How many sequences of length 5 can be formed using the digits 0, 1, 2, . . . , 9 with the property that exactly two of the 10 digits appear, e.g., 05550
If I understand your question !
You want to group the 10 digits from (0 to 9) in groups of 5 numbers in which 2 numbers will be of one kind and the other three of another kind. Example:00111. Is that right?

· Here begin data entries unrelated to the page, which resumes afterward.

def save_figures(figures, folder) -> dict:
    """Write each figure as ``<name>.png`` (150 dpi) and ``<name>.svg`` into ``folder``.

    Output is byte-for-byte reproducible: no date or software version is written into the
    files, and the ids inside the SVG are derived from a fixed salt.

    Parameters
    ----------
    figures : mapping of str to matplotlib Figure
        As returned by :func:`render_figures`.
    folder : str or Path
        Created if missing.

    Returns
    -------
    dict
        ``{name: {"png": Path, "svg": Path}}``.
    """
    import re

    import matplotlib

    folder = Path(folder)
    folder.mkdir(parents=True, exist_ok=True)
    written = {}
    for name, fig in figures.items():
        if not isinstance(name, str) or not re.fullmatch(r"[A-Za-z0-9_\-]+", name):
            raise bad_value("figure name", "letters, digits, '_' or '-' (it becomes a file name)",
                            name)
        files = figure_files(folder, name)
        png, svg = files["png"], files["svg"]
        # Lay the figure out once and keep that layout for both files: with a layout engine
        # active, every savefig would lay out again. Running the engine alone places the axes
        # exactly as a full draw would (same bytes), at about a third of the cost.
        _merge_minor_ticks(fig)
        engine = fig.get_layout_engine()
        if engine is not None:
            engine.execute(fig)
        fig.set_layout_engine("none")
        try:
            with matplotlib.rc_context({"svg.hashsalt": _SVG_SALT, "svg.fonttype": "path"}):
                fig.savefig(png, format="png", dpi=_PNG_DPI, metadata={"Software": None},
                            facecolor="white")
                fig.savefig(svg, format="svg", metadata={"Date": None, "Creator": None},
                            facecolor="white")
        finally:
            fig.set_layout_engine(engine)
        written[name] = files
    return written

if so, then let us look at the numbers involved: Let us start with the same example as above: 00111. For the place of the first zero from the left, you have 10 choices. The same goes for the second zero. That is: 10 x 10= 100. The three "1s" can be any of the other 9 numbers, or: 9 x 9 x 9 =729.
So, you would have: 100 x 729 =72,900. But each group of 5 numbers can have: 5! /3!2! =10 permutations.
Therefore the overall number would be:72,900 x 10 =729,000 such numbers.
Melody: Please check these numbers. Thanks.
How many sequences of length 5 can be formed using the digits 0, 1, 2, . . . , 9 with the property that exactly two of the 10 digits appear, e.g., 05550
Hi Guests, asker and answerer.
Here is my take. No promises that I am right though.
There are 10C2 = 45 conbinations of 2 numbers
You can have them in the ratio 1:4 or 2:3
It you have 1 of one of the numbers and 4 of the other then there is 5 ways to do that.
But either can be the single so that is 2 times
so I have 2*5*45 = 450 ways
If I have 2 or 1 and 3 of the other then i have 2*5C2ways = 20
20*45=900 ways
900+450 = 1350 combinations that meet that requirement.